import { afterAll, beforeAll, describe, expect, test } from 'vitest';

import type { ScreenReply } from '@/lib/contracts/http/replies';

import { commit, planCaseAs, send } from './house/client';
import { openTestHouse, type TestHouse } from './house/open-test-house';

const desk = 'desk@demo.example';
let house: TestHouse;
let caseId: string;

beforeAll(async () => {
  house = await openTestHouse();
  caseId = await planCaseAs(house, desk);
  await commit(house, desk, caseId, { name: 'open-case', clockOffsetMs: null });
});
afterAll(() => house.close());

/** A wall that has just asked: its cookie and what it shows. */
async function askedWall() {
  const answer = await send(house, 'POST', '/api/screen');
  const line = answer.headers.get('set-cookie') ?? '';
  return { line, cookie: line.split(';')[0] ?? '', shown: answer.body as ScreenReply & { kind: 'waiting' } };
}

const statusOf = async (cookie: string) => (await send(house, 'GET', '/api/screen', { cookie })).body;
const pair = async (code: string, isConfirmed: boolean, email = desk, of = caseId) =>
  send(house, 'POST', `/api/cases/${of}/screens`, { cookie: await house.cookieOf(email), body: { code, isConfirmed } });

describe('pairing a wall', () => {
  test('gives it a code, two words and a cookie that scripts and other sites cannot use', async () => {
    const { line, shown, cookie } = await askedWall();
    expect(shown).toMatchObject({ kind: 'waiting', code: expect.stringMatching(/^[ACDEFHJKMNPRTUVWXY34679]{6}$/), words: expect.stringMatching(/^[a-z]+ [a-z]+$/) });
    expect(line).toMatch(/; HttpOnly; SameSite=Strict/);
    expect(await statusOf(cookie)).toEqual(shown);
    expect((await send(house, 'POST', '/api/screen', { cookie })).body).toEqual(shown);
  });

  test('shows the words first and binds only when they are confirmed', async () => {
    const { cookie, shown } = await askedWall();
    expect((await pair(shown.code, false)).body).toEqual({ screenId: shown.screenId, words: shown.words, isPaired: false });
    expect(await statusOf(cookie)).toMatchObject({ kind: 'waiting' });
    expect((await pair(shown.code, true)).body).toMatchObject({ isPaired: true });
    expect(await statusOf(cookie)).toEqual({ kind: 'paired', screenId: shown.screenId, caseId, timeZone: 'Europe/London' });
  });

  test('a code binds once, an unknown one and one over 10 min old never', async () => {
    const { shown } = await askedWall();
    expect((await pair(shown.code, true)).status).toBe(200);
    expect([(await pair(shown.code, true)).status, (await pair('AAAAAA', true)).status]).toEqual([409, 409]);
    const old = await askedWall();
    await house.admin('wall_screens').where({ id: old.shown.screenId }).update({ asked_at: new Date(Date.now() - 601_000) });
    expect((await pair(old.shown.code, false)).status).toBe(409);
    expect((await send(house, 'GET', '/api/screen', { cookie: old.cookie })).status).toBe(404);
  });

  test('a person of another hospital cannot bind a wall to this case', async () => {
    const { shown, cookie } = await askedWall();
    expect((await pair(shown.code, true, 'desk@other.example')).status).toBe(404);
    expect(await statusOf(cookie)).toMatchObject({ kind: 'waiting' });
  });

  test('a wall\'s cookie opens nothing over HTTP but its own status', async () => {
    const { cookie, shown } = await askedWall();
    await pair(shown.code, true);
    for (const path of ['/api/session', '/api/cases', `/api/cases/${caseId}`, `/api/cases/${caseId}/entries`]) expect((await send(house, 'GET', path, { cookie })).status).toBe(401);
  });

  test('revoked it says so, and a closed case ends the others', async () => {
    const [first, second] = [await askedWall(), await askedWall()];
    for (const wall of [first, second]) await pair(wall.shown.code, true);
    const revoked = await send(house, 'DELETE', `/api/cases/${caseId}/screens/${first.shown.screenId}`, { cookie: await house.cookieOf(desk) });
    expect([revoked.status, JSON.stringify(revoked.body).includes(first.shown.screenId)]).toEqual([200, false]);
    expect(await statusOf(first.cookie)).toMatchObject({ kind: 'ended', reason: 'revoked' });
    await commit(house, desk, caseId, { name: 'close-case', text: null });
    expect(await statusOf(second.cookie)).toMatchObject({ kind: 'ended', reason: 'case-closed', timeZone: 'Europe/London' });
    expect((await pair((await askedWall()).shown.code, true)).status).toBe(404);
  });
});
--
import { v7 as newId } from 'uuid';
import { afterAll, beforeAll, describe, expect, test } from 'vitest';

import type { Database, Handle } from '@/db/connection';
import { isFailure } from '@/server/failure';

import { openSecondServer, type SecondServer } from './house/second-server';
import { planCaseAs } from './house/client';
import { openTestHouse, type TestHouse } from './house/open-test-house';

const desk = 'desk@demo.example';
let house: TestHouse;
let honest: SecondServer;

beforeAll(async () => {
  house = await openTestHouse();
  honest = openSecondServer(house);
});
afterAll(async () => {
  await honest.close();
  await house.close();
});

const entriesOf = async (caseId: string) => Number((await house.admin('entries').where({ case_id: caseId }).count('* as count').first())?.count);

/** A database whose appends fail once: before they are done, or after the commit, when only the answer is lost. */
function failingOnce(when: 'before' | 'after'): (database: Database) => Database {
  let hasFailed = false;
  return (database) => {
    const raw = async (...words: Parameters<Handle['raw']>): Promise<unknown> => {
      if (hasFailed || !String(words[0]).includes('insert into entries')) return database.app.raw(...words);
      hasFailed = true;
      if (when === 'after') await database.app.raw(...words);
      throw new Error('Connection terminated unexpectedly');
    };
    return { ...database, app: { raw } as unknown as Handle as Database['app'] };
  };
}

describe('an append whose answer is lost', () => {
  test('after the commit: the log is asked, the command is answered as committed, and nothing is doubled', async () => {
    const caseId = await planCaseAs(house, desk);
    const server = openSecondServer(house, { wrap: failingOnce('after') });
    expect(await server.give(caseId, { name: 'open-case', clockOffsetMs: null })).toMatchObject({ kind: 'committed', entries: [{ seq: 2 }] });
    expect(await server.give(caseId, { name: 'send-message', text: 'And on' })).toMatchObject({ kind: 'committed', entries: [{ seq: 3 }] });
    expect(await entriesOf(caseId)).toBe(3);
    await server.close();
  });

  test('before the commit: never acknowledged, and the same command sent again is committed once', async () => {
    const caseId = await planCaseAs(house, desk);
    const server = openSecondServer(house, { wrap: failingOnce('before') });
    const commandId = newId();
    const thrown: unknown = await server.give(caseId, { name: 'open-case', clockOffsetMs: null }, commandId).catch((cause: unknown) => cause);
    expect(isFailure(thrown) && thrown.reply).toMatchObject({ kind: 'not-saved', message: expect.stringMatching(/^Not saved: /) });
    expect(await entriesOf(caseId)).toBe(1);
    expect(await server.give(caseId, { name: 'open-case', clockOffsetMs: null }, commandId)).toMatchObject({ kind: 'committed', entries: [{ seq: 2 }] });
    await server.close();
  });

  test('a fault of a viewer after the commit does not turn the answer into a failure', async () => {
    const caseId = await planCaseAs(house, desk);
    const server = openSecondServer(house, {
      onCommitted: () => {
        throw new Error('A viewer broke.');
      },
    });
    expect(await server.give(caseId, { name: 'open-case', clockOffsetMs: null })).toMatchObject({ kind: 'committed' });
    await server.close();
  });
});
==
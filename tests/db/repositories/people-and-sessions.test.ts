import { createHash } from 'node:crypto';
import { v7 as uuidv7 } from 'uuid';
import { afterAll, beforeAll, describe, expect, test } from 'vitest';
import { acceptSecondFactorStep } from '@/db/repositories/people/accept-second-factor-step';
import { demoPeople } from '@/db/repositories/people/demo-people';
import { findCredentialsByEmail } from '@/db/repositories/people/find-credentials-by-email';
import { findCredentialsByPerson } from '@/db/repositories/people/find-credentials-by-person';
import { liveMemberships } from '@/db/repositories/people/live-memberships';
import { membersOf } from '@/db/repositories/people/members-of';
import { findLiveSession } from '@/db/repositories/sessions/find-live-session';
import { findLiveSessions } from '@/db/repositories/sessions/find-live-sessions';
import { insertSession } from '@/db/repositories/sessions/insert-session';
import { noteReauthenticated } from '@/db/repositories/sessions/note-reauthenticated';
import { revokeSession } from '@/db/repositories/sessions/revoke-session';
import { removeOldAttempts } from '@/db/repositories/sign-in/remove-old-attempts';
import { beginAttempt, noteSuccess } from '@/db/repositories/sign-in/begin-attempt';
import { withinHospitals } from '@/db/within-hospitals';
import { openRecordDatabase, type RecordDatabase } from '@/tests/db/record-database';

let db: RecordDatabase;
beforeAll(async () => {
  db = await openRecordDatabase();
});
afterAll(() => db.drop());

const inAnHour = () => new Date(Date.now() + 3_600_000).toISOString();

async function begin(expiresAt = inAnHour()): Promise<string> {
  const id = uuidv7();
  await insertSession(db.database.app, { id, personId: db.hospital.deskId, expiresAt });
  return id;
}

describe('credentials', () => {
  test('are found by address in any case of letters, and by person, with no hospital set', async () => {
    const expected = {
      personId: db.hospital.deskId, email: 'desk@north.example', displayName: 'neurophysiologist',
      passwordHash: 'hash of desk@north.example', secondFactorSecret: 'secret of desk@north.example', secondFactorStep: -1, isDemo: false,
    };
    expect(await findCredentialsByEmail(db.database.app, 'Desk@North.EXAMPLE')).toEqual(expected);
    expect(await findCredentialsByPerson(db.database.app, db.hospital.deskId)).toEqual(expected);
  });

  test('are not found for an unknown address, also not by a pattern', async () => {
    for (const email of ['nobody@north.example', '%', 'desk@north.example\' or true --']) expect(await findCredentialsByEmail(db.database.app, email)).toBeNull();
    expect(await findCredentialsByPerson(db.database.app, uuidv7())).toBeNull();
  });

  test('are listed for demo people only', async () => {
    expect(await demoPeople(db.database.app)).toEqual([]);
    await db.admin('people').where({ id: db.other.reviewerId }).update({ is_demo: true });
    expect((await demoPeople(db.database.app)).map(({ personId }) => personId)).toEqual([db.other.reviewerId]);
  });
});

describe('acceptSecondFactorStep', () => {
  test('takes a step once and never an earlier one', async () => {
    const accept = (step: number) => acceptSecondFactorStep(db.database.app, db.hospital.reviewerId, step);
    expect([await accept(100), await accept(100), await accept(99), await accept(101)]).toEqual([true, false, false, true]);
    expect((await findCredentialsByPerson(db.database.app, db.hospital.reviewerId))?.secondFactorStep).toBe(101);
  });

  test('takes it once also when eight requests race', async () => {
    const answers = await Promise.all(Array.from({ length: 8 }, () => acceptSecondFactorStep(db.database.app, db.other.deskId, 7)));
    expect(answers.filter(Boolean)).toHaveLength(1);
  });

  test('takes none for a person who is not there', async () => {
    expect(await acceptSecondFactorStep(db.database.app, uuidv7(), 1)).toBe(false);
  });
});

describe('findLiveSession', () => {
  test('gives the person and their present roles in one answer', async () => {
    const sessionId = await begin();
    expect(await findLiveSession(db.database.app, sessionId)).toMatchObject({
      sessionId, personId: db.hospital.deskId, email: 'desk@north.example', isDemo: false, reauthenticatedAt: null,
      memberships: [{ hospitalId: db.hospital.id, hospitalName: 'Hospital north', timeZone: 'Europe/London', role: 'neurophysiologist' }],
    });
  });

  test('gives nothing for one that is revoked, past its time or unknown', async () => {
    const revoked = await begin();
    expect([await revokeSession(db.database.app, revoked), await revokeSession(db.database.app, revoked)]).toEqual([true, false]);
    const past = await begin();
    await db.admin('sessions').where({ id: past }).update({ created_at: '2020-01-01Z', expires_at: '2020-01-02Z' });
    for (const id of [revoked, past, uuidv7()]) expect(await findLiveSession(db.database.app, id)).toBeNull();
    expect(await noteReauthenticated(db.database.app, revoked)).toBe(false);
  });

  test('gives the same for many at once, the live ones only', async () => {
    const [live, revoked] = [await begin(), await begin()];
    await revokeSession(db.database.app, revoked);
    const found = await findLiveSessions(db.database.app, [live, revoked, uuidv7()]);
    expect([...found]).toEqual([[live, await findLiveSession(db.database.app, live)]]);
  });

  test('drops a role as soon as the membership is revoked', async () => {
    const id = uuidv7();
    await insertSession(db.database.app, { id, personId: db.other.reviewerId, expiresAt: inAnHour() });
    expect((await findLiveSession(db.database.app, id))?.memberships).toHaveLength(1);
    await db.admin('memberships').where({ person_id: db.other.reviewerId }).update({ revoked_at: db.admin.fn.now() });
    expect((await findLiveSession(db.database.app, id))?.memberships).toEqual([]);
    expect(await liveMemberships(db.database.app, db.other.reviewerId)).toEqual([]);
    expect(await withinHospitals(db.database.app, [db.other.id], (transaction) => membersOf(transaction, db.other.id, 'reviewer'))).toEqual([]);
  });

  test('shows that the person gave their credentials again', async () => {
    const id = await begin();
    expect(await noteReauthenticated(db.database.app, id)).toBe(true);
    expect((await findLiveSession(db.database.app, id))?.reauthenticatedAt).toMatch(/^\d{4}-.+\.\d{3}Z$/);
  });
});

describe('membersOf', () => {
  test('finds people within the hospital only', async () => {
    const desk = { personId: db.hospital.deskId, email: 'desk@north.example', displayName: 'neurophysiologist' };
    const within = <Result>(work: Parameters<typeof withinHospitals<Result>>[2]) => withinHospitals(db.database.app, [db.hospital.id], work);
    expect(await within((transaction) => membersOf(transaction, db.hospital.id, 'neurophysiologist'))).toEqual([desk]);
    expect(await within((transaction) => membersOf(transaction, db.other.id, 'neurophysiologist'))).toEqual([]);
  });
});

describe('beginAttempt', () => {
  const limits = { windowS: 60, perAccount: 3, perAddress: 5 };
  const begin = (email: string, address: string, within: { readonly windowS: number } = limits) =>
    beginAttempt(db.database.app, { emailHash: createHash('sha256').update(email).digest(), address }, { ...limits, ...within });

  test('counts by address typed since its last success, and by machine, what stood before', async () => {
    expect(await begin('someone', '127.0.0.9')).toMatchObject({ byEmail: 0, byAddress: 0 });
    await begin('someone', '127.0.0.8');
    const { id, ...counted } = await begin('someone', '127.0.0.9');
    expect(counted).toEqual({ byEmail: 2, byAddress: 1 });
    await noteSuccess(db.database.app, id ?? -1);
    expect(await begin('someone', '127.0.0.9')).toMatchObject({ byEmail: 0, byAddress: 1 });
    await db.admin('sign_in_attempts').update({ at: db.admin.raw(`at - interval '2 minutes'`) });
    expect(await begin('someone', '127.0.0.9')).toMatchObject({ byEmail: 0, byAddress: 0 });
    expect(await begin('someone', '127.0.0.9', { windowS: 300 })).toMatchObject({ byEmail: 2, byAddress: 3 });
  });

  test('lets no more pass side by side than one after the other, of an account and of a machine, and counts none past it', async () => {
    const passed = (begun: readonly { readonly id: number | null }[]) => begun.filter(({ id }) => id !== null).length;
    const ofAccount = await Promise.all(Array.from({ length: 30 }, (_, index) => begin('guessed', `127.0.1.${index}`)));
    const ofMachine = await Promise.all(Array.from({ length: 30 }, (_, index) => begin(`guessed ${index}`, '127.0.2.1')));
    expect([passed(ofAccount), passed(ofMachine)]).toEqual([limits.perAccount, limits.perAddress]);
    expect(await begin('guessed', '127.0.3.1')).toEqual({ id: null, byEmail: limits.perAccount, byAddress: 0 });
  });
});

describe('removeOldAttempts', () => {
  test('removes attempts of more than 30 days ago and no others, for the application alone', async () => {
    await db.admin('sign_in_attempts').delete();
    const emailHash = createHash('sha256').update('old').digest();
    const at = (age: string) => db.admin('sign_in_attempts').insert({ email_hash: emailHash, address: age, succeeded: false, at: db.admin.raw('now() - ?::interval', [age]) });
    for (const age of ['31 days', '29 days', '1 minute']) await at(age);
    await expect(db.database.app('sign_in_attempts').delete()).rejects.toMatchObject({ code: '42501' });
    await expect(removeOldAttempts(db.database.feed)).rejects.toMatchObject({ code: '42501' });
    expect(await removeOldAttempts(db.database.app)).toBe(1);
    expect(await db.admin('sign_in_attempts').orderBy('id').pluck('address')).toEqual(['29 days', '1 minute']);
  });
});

*ASSIGNED TASK*
Each line of the data that holds the word "reauthenticatedAt" should be copied.

*SOLUTION TO THIS EXERCISE*
      sessionId, personId: db.hospital.deskId, email: 'desk@north.example', isDemo: false, reauthenticatedAt: null,
    expect((await findLiveSession(db.database.app, id))?.reauthenticatedAt).toMatch(/^\d{4}-.+\.\d{3}Z$/);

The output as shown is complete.